Few commentators even seem to be aware that anything might be wrong. Among all of our think tanks, only the Lion Rock Foundation preaches free markets, but with a religious zealotry that makes its views politically irrelevant (for example, how useful was “the minimum wage bill is immoral,” as a contribution to that debate). The imminent arrival on the scene of an exciting new political organization is unlikely to make a difference…
This is supposed to be the week legislator Regina Ip launches her new political grouping, the New People’s Party. At least two other Asian movements have had this name, and it would be interesting to know whether our former Security Secretary borrowed it from one of them, and, if so, which.
The first was a 1940s faction that merged with others to form the North Korean Workers Party, still with us today as the Stalinist dynasty supported, or at least suffered, by the People’s Republic of China. Wikipedia says its Korean name was Sinmindang, which sounds very like the Mandarin for what you would expect Regina to pick in Chinese: 新民黨, ‘new people party’.

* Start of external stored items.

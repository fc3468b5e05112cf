import { describe, expect, it } from 'vitest';
import { type Boat, boatWithFactors, NO_FACTORS } from '../../src/boat/index.js';
import { createSetSolvers, RES, solveAlone, X } from '../../src/equilibrium/index.js';
import { luFactor, luSolve } from '../../src/numerics/index.js';
import { DESIGN_QUANTITIES, legTimes, sensitivityPlan } from '../../src/racecourse/index.js';
import { DEMO_BOATS, demoBoat } from '../support/demo.js';

const KNOT = 1852 / 3600;
const DEG = Math.PI / 180;
/** Change of the time for 5 % more of a quantity: [wind][upwind, reaching, downwind]. */
const change = (boat: Boat, quantity: string, kn: readonly number[]): number[][] => {
  const q = DESIGN_QUANTITIES.find((d) => d.name === quantity)!;
  const tws = kn.map((v) => v * KNOT);
  const more = legTimes(q.alter(boat.spec, 1.05)!, tws);
  const base = legTimes({ spec: boat.spec, factors: NO_FACTORS }, tws);
  return more.map((row, i) => row.map((v, j) => v - base[i]![j]!));
};

describe('what is known in the trade (common practice, no source)', () => {
  it.each(DEMO_BOATS)(
    'more sail wins in light air, and stops paying upwind with the crew at its limit: %s',
    (name) => {
      const [light, strong] = change(demoBoat(name), 'sail area', [6, 16]);
      for (const v of light!) expect(v).toBeLessThan(-3);
      expect(strong![0]).toBeGreaterThan(0);
    },
  );

  it.each(DEMO_BOATS)('more crew weight hurts in light air and helps upwind in a breeze: %s', (name) => {
    const [light, strong] = change(demoBoat(name), 'crew weight', [6, 16]);
    for (const v of light!) expect(v).toBeGreaterThan(0);
    expect(strong![0]).toBeLessThan(0);
  });

  it.each(DEMO_BOATS)('a taller, narrower rig of the same area wins upwind in light air: %s', (name) => {
    const [light, strong] = change(demoBoat(name), 'rig height', [6, 16]);
    expect(light![0]).toBeLessThan(-10);
    expect(strong![0]).toBeGreaterThan(light![0]!);
  });
});

describe('a sensitivity', () => {
  it('leaves out what a boat has none of, and names all else once', () => {
    const names = (boat: Boat) =>
      sensitivityPlan(boat.spec, 0.05)
        .gather([[[0, 0, 0]]])
        .map((s) => s.name);
    expect(names(demoBoat('keelboat'))).toEqual(DESIGN_QUANTITIES.map((q) => q.name));
    expect(names(demoBoat('single-hander'))).not.toContain('ballast');
  });

  it('is nothing where nothing is changed', () => {
    const { spec } = demoBoat('keelboat');
    for (const q of DESIGN_QUANTITIES) {
      const same = q.alter(spec, 1)!;
      expect(same.factors, q.name).toEqual(NO_FACTORS);
      expect(same.spec.crew).toEqual(spec.crew);
      expect(same.spec.weights).toEqual(spec.weights);
      for (const [i, s] of same.spec.sails.entries())
        for (const [k, height] of s.z.entries()) expect(height).toBeCloseTo(spec.sails[i]!.z[k]!, 12);
    }
  });

  it('a taller rig keeps the area of every sail', () => {
    const { spec } = demoBoat('keelboat');
    const taller = DESIGN_QUANTITIES.find((q) => q.name === 'rig height')!.alter(spec, 1.1)!.spec;
    const area = (s: (typeof spec.sails)[number]): number =>
      s.z
        .slice(1)
        .reduce((sum, height, i) => sum + 0.5 * (height - s.z[i]!) * (s.chord[i]! + s.chord[i + 1]!), 0);
    for (const [i, s] of spec.sails.entries()) expect(area(taller.sails[i]!)).toBeCloseTo(area(s), 9);
  });

  it('by solving again agrees with the envelope theorem where no limit binds', () => {
    // Heel and depower are chosen for speed: to first order they may be held while the four balances are met again.
    const boat = demoBoat('keelboat');
    const [tws, twa] = [7 * KNOT, 100 * DEG];
    for (const factor of ['friction', 'windage', 'foilProfile', 'residuary'] as const) {
      const set = (f: number) => createSetSolvers(boatWithFactors(boat, { ...NO_FACTORS, [factor]: f }))[0]!;
      const centre = set(1);
      const best = solveAlone(centre.solver, tws, twa);
      if (!best.ok) throw new Error(best.reason);
      const { upper, lower } = centre.model.bounds;
      expect(best.x[X.arm]).toBeLessThan(0.95 * upper[X.arm]!);
      expect(best.x[X.arm]).toBeGreaterThan(0.95 * lower[X.arm]!);
      const held = (f: number): number => {
        const { model } = set(f);
        const x = best.x.slice();
        const basic = [X.speed, X.leeway, X.rudder, X.arm];
        const [c, d] = [new Float64Array(RES.count), new Float64Array(RES.count)];
        model.prepare?.(tws, twa);
        for (let k = 0; k < 8; k++) {
          model.residualInto(tws, twa, x, c);
          const jac = new Float64Array(16);
          for (const [j, at] of basic.entries()) {
            const y = x.slice();
            y[at]! += 1e-6;
            model.residualInto(tws, twa, y, d);
            for (let i = 0; i < 4; i++) jac[4 * i + j] = (d[i]! - c[i]!) / 1e-6;
          }
          const pivots = new Int32Array(4);
          const step = c.map((v) => -v);
          luFactor(4, jac, pivots);
          luSolve(4, jac, pivots, step);
          for (const [j, at] of basic.entries()) x[at]! += step[j]!;
        }
        model.residualInto(tws, twa, x, c);
        expect(Math.max(...c.map(Math.abs))).toBeLessThan(1e-9);
        return x[X.speed]!;
      };
      const free = (f: number): number => {
        const r = set(f).solver.solve(tws, twa, [best.x]);
        if (!r.ok) throw new Error(r.reason);
        return r.speed;
      };
      const h = 0.02;
      const byHolding = (held(1 + h) - held(1 - h)) / (2 * h);
      const bySolving = (free(1 + h) - free(1 - h)) / (2 * h);
      expect(Math.abs(byHolding / bySolving - 1), factor).toBeLessThan(0.01);
    }
  });
});
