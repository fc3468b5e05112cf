import { describe, expect, it } from 'vitest';
import { boatWithFactors, FACTOR_NAMES, type ModelFactors, NO_FACTORS } from '../../src/boat/index.js';
import { solveState } from '../../src/equilibrium/index.js';
import { HULL } from '../../src/hull/index.js';
import { predictPolar } from '../../src/polar/index.js';
import { DEMO_BOATS, demoBoat } from '../support/demo.js';

const DEG = Math.PI / 180;
const KNOT = 1852 / 3600;
const speed = (
  name: (typeof DEMO_BOATS)[number],
  f: Partial<ModelFactors>,
  kn: number,
  deg: number,
): number => {
  const r = solveState(boatWithFactors(demoBoat(name), { ...NO_FACTORS, ...f }), {
    tws: kn * KNOT,
    twa: deg * DEG,
  });
  if (r.status !== 'balanced') throw new Error(r.reason);
  return r.speed;
};

describe('factors on the model', () => {
  it.each(DEMO_BOATS)('all at 1 change no bit of a polar: %s', (name) => {
    const request = { tws: [5, 9], twa: [40, 90, 150].map((a) => a * DEG) };
    const plain = predictPolar(demoBoat(name), request);
    const one = predictPolar(boatWithFactors(demoBoat(name), NO_FACTORS), request);
    expect(one).toEqual(plain);
  });

  it('act on speed in the direction their name says', () => {
    const cases: [keyof ModelFactors, (typeof DEMO_BOATS)[number], number, number, 1 | -1][] = [
      ['residuary', 'keelboat', 12, 90, -1],
      ['friction', 'keelboat', 6, 90, -1],
      ['planing', 'trapeze-dinghy', 18, 110, -1],
      ['sailLift', 'keelboat', 6, 60, 1],
      ['sailNormal', 'single-hander', 8, 180, 1],
      ['sailDrag', 'keelboat', 6, 45, -1],
      ['windage', 'keelboat', 15, 45, -1],
      ['righting', 'keelboat', 16, 45, 1],
      ['crewReach', 'single-hander', 16, 50, 1],
      ['foilInduced', 'keelboat', 8, 45, -1],
      ['foilProfile', 'keelboat', 8, 60, -1],
      // More shear for a wind quoted at 10 m: less of it where these sails are.
      ['windShear', 'single-hander', 8, 90, -1],
    ];
    expect(new Set(cases.map((c) => c[0]))).toEqual(new Set(FACTOR_NAMES));
    for (const [factor, boat, kn, deg, sign] of cases) {
      const change = speed(boat, { [factor]: 1.05 }, kn, deg) - speed(boat, { [factor]: 0.95 }, kn, deg);
      expect(Math.sign(change), factor).toBe(sign);
    }
  });

  it('on a planing hull: friction and waves count while it floats, planing when it planes', () => {
    const boat = demoBoat('trapeze-dinghy');
    const drag = (f: Partial<ModelFactors>, v: number): number => {
      const out = new Float64Array(HULL.count);
      return boatWithFactors(boat, { ...NO_FACTORS, ...f }).hull.resistanceInto(v, 0, out);
    };
    const [slow, fast] = [1.5, 9];
    expect(drag({ planing: 1.3 }, slow)).toBeCloseTo(drag({}, slow), 4);
    expect(drag({ planing: 1.3 }, fast)).toBeCloseTo(1.3 * drag({}, fast), 6);
    expect(drag({ residuary: 1.3, friction: 1.3 }, fast)).toBeCloseTo(drag({}, fast), 6);
    expect(drag({ residuary: 1.3, friction: 1.3 }, slow)).toBeCloseTo(1.3 * drag({}, slow), 4);
  });
});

Those who don’t like the idea of a Kim Il Sung support base need not despair, however. The second, more recent, New People’s Party is dedicated to the overthrow of the Chinese Communist Party and was started up by dissident Guo Quan. This outfit’s name is sometimes translated as New Democracy, but it uses those three characters, albeit preceded by the word ‘Chinese’.
The pro-Beijing Wen Wei Po has given Regina’s new ‘New’ party a few column inches. While perhaps not wildly enthusiastic, the fact that it gives her any mention is a sign of grudging acceptance. The paper seems laid-back about using ‘新民黨’, so maybe Regina did indeed choose the name in honour of Beijing’s ungrateful and feral semi-clients in Pyongyang.
Does the adjective ‘New’ refer to the people or the party? Since Hong Kong never had an original People’s Party to update, the organization must be aimed at ‘new people’ – as in new thinking, perhaps! That would be different. However, if Regina’s ‘policy institute’ Savantas is anything to go by, the ideas will be as stale as you can get: Singapore-style industrial planning spiced up with blather about science and R&D. The lady is recruiting among former senior-ish civil servants and also seems to be offering a haven to the less unspeakable members fleeing from the troubled, misunderstood and mildly pro-slavery Liberal Party. Michael Tien, so far, and perhaps that ‘rising star’ Fong woman no-one had ever heard of before. Lan Kwai Fong* supremo Allen Zeman is lurking in the wings too. These are not people widely known for their radical, out-of-the-box, lateral thinking or detachment from vested interests.
The New People’s Party wants to be liked by the public. It will, for example, reject the functional constituency system. Its launch is connected with the Chief Executive ‘election’ in 2012. Having recently bad-mouthed the two most commonly mentioned candidates (Henry Tang and CY Leung) Regina might even dream of getting the job herself, but she needs to work on her cuddliness. “I have nothing to offer,” she could proclaim, “but high-tech band-aids.”
*Public service announcement: The 7-Eleven in Lan Kwai Fong charges around HK$10.5 for a large can of San Miguel, while the branch 200 yards away up on Lyndhurst Terrace offers two for HK$16 or so. Market forces live on.
It will all eventually end in tears, I’m pretty sure of that.
7-11 is a useful resource for ageing semi-housebound expats and offers a range of goods and services to you. Don’t knock it!
don’t you love Regina’s new hairstyle, most reminiscent of hoovered mops.